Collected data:
◇ ◇ ◇ ◇ ◇ ◇ ◇

// Shared helpers of the prep/ tests.
#pragma once

#include <cstdio>
#include <fstream>
#include <string>

#include <tenon/core/error.hpp>

namespace prep_test {

/// Runs f and returns the code of the tenon::error it throws ("no error" if
/// it throws none); the full what() goes to *message.
template <class F>
std::string error_code_of(F&& f, std::string* message = nullptr) {
    try {
        f();
    } catch (const tenon::error& e) {
        if (message) *message = e.what();
        return e.code();
    }
    return "no error";
}

/// A file in the system temp folder, removed when the object goes away.
struct temp_file {
    std::string path;
    explicit temp_file(const std::string& name, const std::string& contents = {}) : path(std::string(P_tmpdir) + "/tenon_prep_test_" + name) {
        std::ofstream out(path, std::ios::binary);
        out << contents;
    }
    ~temp_file() { std::remove(path.c_str()); }
    temp_file(const temp_file&) = delete;
    temp_file& operator=(const temp_file&) = delete;
};

}  // namespace prep_test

◇ ◇ ◇ ◇ ◇ ◇ ◇

_Requirement_
Look through the entries above; copy each line where the string "what" appears.

_Result_
/// it throws none); the full what() goes to *message.
        if (message) *message = e.what();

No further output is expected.